Blended P/TBV (Gordon growth) and P/E, cross-checked with dividend yield

In one line · bull case

Reshaped, Asia-tilted international bank delivering sustainable mid-teens RoTE and large recurring capital returns, but trading near the top of fair value.

In one line · biggest risk

Further BoCom impairment and continued Hong Kong/mainland China commercial real estate ECL charges could compress earnings and the RoTE trajectory.

Drivers
AI exposure neutral
Cyclicality high
Moat narrow
Leverage high
Earnings quality medium
Management high
Trajectory stable
Value-trap signals · 3
  • BoCom associate carrying value materially above fair value with recurring impairments
  • Hong Kong CRE ECL charges have become recurring rather than transitory
  • Heavy reliance on rate cycle and structural hedge to sustain mid-teens RoTE

HSBC Holdings plc (HSBA) — Investment Research Note

Executive summary

HSBC is one of the world's largest international banks, with its centre of gravity in Hong Kong/Asia and the UK and a wholesale franchise levered to global trade, payments and FX. Over the period covered the bank completed a major portfolio reshape (exits from Canada, France retail, Argentina, Russia; SVB UK acquired in Mar-2023; Hang Seng privatised in 2025 for US$13.7bn) and pivoted from "transformation" to "value creation", delivering record 2025 profit before tax of US$36.6bn and a 17.2% RoTE ex-notables, with management now targeting ≥17% RoTE through 2028. The single most important point for valuation today is whether that mid-teens RoTE is structurally sustainable as policy rates ease — the market is pricing in continued delivery, leaving limited margin of safety.

Fair value estimate

  • Fair value range: 1,050p – 1,450p per share (mid ~1,250p)
  • Implied market cap range: £180bn – £249bn (mid ~£215bn) vs current £231.8bn
  • Absolute upside/(downside) to mid: ~(7)%

Methodology — blended P/TBV and P/E, cross-checked with dividend yield:

  • TNAV per share at 30-Jun-2025: US$9.17 ≈ £7.05 at ~1.30 USD/GBP. At a justified P/TBV of (ROE−g)/(Ke−g): assuming Ke 10%, g 3%, and a sustainable RoTE in a 13–17% range gives P/TBV of 1.43x–2.00x → 1,010p–1,410p.
  • 2025 underlying earnings to ordinaries ~US$1.55/share ≈ 120p. At 9–11x forward earnings: 1,080p–1,320p.
  • 2025 ordinary DPS US$0.75 ≈ £0.58. At a 4.5–5.0% sustainable yield: 1,160p–1,290p.

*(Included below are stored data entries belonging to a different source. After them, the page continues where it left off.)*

"""What a newcomer meets first: the template's example rows, findings that name one cause once,
and text that reads the same in every command (no placeholder figures, no markup, one unit)."""

import csv
import html
import math
import re

import openpyxl
import pytest

from conftest import SAMPLES, straight_wire_plan
from conftest import run_cli as run
from deviation import api
from deviation.aftercare import switch_on_test
from deviation.plan import PlanError
from deviation.reader import is_example_row, plan_from_tables, read_plan
from deviation.template import EXAMPLE_ROWS, write_template
from deviation.units import format_length

SAMPLE_NAMES = tuple(sorted(p.name for p in SAMPLES.iterdir() if p.is_dir()))



def flat(text):
    """Printed text with its line wrapping undone."""
    return " ".join(text.split())


def findings_of(path_or_tables):
    with pytest.raises(PlanError) as caught:
        if isinstance(path_or_tables, dict):
            plan_from_tables(path_or_tables, "plan")
        else:
            read_plan(path_or_tables)
    return [str(f) for f in caught.value.findings]


# The template's example rows ----------------------------------------------------------------------

def test_every_example_row_of_the_template_is_marked_and_the_site_has_no_example_values():
    for sheet, rows in EXAMPLE_ROWS.items():
        if sheet == "site":
            # Settings to fill in: only the unit has a value (a blank latitude is a finding,
            # never the template's 50.8).
            assert {r["setting"] for r in rows if r.get("value") is not None} == {"units"}
            continue
        first = next(iter(rows[0]))
        assert all(is_example_row([r[first]]) for r in rows), sheet


def test_example_marks_in_any_case_are_examples_and_names_merely_containing_eg_are_not():
    assert is_example_row(["e.g. battery", 1])
    assert is_example_row(["  E.G. battery"]) and is_example_row(["e. g. helm"])
    assert not is_example_row(["keg. lights"]) and not is_example_row(["battery e.g."])
    assert not is_example_row([None, "e.g. a note"]) and not is_example_row([])


def _fill_left_in_template(path):
    """The template with its examples left in and a small real plan added below them: a 100 m
    wire 0.5 m below a compass, 10 A in both of the template's states."""
    write_template(path)
    book = openpyxl.load_workbook(path)
    book["site"]["B6"] = 0                                    # altitude_m
    book["site"].append(["horizontal_field_ut", 20])
    book["site"].append(["vertical_field_ut", 40])
    book["runs"].append(["feed", "feed", "-50, 0, -0.5 > 50, 0, -0.5", "none"])
    book["states"].append(["feed", 10, 10])
    book["sensors"].append(["compass", "0, 0, 0", "magnetic compass", 1])
    book.save(path)


def test_a_template_with_its_examples_left_in_checks_only_the_real_rows_and_says_so(tmp_path):
    path = tmp_path / "plan.xlsx"
    _fill_left_in_template(path)
    plan = read_plan(path)
    # Rows of write_template: the examples sit right under each header.
    assert plan.skipped_examples == (("points", 2), ("points", 3), ("runs", 2), ("states", 2),
                                     ("states", 3), ("states", 4), ("sensors", 2),
                                     ("equipment", 2), ("spots", 2), ("volumes", 2),
                                     ("conditions", 2))
    assert [r.name for r in plan.runs] == ["feed"] and [s.name for s in plan.sensors] == [
        "compass"]
    assert [c.name for c in plan.circuits] == ["feed"] and not plan.points and not plan.equipment
    # Not counted: the same figure as the plan without them. A 100 m wire at 0.5 m: B = µ0 I /
    # (2π r) = 4 µT against H = 20 µT, the worst heading asin(4/20) (long-wire formula, textbook;
    # the 50 m half-lengths take 2.5e-5 of it).
    held = api.check(plan).sensors[0].states[0].held
    assert held == pytest.approx(math.degrees(math.asin(4.0 / 20.0)), rel=1e-4)
    result = run("check", path, "--width", 160)
    assert result.exit_code == 1, result.output
    assert ("The plan still has 11 example rows from the template (points row 2, points row 3, "
            "runs row 2, states row 2, states row 3, states row 4, sensors row 2, equipment row 2, "
            "spots row 2, volumes row 2, conditions row 2); they were not counted — delete "
            "them.") in flat(result.output)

Methods cluster around 1,100p–1,350p. Current ~1,349p sits at the top of the range, reflecting recent 1Q26 RoTE of 18.7% (ex-notables) and the new 17%+ target. 2026-05-08 AGM; 2025-07-30 interim.

Sector context

  • ICB super-sector confirmed: Banks (Financials). HSBC is the largest UK-listed bank by market cap and assets (US$3.3tn at 31-Mar-2026).
  • Quality: above sector — diversified across Asia/Europe/Middle East, leading transaction-banking franchise, strong CET1 (14.6% at 30-Jun-2025).
  • Growth: in line/above — wealth and transaction-banking growth offset rate normalisation; targeting 5% revenue growth by 2028.
  • Leverage: in line with global bank peers; well capitalised.
  • UK-listed peers: Standard Chartered (STAN), Barclays (BARC), Lloyds (LLOY). HSBC is most similar to STAN given the Asia/EM tilt.

Investment thesis

  • Sustained mid-teens RoTE underpinned by structural hedge and wealth fees. Management has reaffirmed a 17%+ RoTE target each year 2026–2028 and a 50% payout, with 1Q26 RoTE annualising at 18.7% ex-notables and revenue +4%, evidencing momentum past the rate-cut cycle 2026-05-08 AGM Statements.
  • Capital-return engine. US$18.9bn returned in respect of 2025 (US$12.9bn dividends + US$6bn buy-backs), 2025 ordinary DPS +14% YoY ex-special, and a further US$0.10 first interim 2026 dividend approved — a credible, repeatable distribution rather than a one-off 2026-05-08 AGM Statements.
  • Asian wealth and transaction-banking flywheel. Wealth revenue +22% on a constant-currency basis in 1H25, US$44bn net new invested assets (US$27bn in Asia), and Hang Seng privatisation deepens scale in what management calls the world's fastest-growing cross-border wealth hub 2025-07-30 Interim Results; 2026-05-08 AGM Statements.

Key risks

  • Hong Kong / mainland China commercial real estate. 1H25 ECL included specific charges in the Hong Kong CRE sector with model updates and rising defaulted exposures; FY25 ECL guidance was raised to ~40bps of average gross loans 2025-07-30 Interim Results.
  • BoCom associate impairment. 1H25 took US$1.0bn impairment plus US$1.1bn dilution loss on the BoCom stake; the carrying value (US$22.1bn) remains materially above fair value (US$11.1bn) — further write-downs are possible if mainland China earnings forecasts deteriorate 2025-07-30 Interim Results; Note 10.
  • Macro/geopolitical. The 2026 AGM flagged the Iran conflict, energy-price disruption and renewed inflation risk as adding "unpredictability" to the macro outlook; legal/regulatory tail risks (Madoff Luxembourg cases, US ATA litigation, FX/precious metals/gilts class actions) remain unresolved (not quantified) 2026-05-08 AGM Statements; 2025-07-30 Note 7.

Value-trap signals

  • BoCom carrying value (US$22.1bn) is roughly 2x its fair value (US$11.1bn) and has produced recurring impairments — a structural drag rather than a one-off.
  • Hong Kong CRE ECL charges have become recurring rather than fading, with FY25 ECL guidance lifted to ~40bps.
  • Heavy reliance on the rate cycle: banking NII guidance and structural-hedge income remain a material driver of the 17% RoTE; cuts beyond market-implied paths would test the target. None of these rises to a classical value trap (revenue is growing, dividends are rising, no opaque accounting), but they argue against paying a premium multiple.

Conviction: 4 — high

Drivers: clean and detailed disclosure (IFRS reporting, granular ECL/sensitivity tables, transparent notable-item bridges); long track record and multiple converging valuation methods (P/TBV, P/E, dividend yield) cluster tightly; bank valuation methodology is unambiguous. Caveats: terminal RoTE assumption (13% vs 17%) materially moves fair value; BoCom carrying value introduces a discrete, hard-to-time impairment risk that is not in consensus models.